%%
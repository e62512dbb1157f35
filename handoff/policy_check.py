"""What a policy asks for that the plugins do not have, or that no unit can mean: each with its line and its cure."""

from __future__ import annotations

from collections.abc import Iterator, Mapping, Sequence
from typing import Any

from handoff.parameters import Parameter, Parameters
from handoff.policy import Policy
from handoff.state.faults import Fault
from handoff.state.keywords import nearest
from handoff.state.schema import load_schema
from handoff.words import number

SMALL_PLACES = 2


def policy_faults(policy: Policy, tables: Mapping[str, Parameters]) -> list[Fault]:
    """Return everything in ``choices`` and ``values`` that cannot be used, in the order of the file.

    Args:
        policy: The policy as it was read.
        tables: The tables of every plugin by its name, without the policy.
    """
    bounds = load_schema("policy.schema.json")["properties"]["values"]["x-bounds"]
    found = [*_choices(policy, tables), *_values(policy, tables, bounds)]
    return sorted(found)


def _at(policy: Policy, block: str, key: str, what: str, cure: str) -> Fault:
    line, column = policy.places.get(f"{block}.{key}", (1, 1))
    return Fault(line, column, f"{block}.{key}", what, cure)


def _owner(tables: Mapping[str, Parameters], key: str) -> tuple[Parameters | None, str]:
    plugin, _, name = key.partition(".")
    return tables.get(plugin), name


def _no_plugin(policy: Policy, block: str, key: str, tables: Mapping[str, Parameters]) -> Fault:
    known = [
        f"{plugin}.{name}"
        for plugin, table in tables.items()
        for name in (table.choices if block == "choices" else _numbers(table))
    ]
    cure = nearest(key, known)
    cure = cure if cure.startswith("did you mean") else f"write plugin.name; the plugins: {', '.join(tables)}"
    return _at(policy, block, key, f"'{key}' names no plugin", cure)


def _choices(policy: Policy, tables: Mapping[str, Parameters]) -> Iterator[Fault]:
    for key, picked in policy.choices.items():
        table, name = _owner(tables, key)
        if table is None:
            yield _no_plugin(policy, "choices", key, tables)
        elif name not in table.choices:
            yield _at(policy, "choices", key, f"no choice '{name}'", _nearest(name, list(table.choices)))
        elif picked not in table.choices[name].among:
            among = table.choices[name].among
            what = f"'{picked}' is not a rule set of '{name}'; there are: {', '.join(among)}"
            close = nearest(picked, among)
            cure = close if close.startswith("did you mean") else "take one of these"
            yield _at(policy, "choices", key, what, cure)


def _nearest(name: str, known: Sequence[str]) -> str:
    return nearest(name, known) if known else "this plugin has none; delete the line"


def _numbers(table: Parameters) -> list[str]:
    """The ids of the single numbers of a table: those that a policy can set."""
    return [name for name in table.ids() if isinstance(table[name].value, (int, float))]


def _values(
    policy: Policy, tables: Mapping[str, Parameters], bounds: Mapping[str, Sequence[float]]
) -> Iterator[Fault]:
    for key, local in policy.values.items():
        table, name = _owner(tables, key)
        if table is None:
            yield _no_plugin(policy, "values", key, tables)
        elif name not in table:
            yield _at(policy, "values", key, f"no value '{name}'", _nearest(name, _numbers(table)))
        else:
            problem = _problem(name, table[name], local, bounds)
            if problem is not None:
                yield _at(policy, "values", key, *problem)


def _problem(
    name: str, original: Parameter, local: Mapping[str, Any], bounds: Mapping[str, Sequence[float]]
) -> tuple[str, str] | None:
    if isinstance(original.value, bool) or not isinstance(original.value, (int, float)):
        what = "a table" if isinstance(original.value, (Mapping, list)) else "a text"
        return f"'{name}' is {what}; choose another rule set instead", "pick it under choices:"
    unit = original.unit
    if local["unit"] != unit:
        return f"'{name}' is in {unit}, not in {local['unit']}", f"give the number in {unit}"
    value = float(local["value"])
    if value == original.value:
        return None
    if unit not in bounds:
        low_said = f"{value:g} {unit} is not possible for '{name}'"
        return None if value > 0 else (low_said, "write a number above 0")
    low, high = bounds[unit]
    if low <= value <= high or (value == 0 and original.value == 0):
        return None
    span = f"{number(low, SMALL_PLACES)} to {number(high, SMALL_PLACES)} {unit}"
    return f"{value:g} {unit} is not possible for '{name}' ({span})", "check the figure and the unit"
%%
%%
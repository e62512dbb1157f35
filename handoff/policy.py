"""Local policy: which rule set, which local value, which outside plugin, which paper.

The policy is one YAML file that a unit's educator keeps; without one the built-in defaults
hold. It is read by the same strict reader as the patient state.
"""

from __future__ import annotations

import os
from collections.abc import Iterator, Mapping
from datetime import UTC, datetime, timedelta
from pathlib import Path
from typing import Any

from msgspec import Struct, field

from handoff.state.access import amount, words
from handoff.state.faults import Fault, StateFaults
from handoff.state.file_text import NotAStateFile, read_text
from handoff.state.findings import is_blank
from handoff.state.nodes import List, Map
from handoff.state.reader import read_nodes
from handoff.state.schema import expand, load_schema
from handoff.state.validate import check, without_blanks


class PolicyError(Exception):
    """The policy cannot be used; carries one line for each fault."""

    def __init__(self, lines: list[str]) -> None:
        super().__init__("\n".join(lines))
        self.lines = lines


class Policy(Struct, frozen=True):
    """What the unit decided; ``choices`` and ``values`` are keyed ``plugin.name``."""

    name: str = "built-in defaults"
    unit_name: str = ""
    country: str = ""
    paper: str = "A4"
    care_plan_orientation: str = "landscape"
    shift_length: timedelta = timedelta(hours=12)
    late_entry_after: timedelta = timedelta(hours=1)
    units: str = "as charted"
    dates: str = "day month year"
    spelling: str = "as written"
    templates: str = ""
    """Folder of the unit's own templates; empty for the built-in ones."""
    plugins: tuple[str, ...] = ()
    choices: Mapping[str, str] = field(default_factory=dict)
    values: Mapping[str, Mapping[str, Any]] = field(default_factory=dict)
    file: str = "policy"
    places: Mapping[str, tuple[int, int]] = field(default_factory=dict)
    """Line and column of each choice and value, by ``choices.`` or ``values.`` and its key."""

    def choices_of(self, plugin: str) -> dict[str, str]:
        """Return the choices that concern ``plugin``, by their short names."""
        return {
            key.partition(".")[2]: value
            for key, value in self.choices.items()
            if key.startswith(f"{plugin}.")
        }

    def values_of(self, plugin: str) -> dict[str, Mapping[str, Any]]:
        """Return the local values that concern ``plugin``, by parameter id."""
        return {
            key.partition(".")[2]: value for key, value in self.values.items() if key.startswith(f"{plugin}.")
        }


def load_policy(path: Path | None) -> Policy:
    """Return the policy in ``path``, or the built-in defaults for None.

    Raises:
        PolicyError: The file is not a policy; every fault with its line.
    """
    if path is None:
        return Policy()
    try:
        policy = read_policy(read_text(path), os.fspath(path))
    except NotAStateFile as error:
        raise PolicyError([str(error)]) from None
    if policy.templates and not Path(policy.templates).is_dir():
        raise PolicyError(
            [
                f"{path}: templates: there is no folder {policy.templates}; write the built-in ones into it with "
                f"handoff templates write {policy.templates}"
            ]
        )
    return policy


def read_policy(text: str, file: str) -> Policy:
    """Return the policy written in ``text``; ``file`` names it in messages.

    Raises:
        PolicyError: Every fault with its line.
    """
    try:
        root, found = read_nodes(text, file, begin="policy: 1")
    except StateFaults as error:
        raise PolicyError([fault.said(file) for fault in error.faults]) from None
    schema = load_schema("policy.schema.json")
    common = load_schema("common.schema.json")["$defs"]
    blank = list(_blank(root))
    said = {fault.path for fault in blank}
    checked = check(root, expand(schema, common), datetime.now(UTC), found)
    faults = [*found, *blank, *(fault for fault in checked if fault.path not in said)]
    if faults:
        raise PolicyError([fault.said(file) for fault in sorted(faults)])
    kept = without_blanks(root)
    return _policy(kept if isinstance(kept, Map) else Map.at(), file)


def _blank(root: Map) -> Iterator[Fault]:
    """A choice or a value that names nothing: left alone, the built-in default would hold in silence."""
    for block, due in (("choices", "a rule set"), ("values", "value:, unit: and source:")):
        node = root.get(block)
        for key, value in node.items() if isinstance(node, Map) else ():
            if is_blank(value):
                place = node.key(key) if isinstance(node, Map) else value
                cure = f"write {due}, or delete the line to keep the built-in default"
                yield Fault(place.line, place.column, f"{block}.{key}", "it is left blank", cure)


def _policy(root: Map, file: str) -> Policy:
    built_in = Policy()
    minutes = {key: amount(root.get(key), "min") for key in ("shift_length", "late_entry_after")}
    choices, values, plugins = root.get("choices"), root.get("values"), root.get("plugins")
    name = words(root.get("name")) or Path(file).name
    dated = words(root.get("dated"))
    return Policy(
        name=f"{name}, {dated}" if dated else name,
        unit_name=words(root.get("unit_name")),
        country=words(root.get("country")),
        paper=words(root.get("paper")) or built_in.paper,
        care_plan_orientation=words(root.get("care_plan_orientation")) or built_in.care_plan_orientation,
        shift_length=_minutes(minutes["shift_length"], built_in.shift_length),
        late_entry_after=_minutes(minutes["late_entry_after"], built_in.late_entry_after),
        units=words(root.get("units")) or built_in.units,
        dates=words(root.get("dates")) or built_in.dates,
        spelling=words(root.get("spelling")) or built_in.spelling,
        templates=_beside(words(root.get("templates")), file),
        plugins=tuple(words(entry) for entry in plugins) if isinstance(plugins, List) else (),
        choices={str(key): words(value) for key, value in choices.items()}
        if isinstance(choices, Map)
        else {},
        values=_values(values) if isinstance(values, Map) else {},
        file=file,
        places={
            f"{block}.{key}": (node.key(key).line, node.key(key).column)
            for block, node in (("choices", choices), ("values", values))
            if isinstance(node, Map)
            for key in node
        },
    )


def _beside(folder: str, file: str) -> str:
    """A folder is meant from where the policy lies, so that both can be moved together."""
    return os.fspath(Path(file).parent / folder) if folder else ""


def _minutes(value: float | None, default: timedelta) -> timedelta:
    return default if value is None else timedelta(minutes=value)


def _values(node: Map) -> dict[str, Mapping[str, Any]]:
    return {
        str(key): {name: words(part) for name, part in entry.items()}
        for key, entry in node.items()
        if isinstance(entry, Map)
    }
%%
#### Aim of the task
The answer is the lines above between the line holding "return [name for" and the line holding "-> tuple[str, str]", inclusive, each written out exactly, and no others.

#### Finished exercise
    return [name for name in table.ids() if isinstance(table[name].value, (int, float))]


def _values(
    policy: Policy, tables: Mapping[str, Parameters], bounds: Mapping[str, Sequence[float]]
) -> Iterator[Fault]:
    for key, local in policy.values.items():
        table, name = _owner(tables, key)
        if table is None:
            yield _no_plugin(policy, "values", key, tables)
        elif name not in table:
            yield _at(policy, "values", key, f"no value '{name}'", _nearest(name, _numbers(table)))
        else:
            problem = _problem(name, table[name], local, bounds)
            if problem is not None:
                yield _at(policy, "values", key, *problem)


def _problem(
    name: str, original: Parameter, local: Mapping[str, Any], bounds: Mapping[str, Sequence[float]]
) -> tuple[str, str] | None:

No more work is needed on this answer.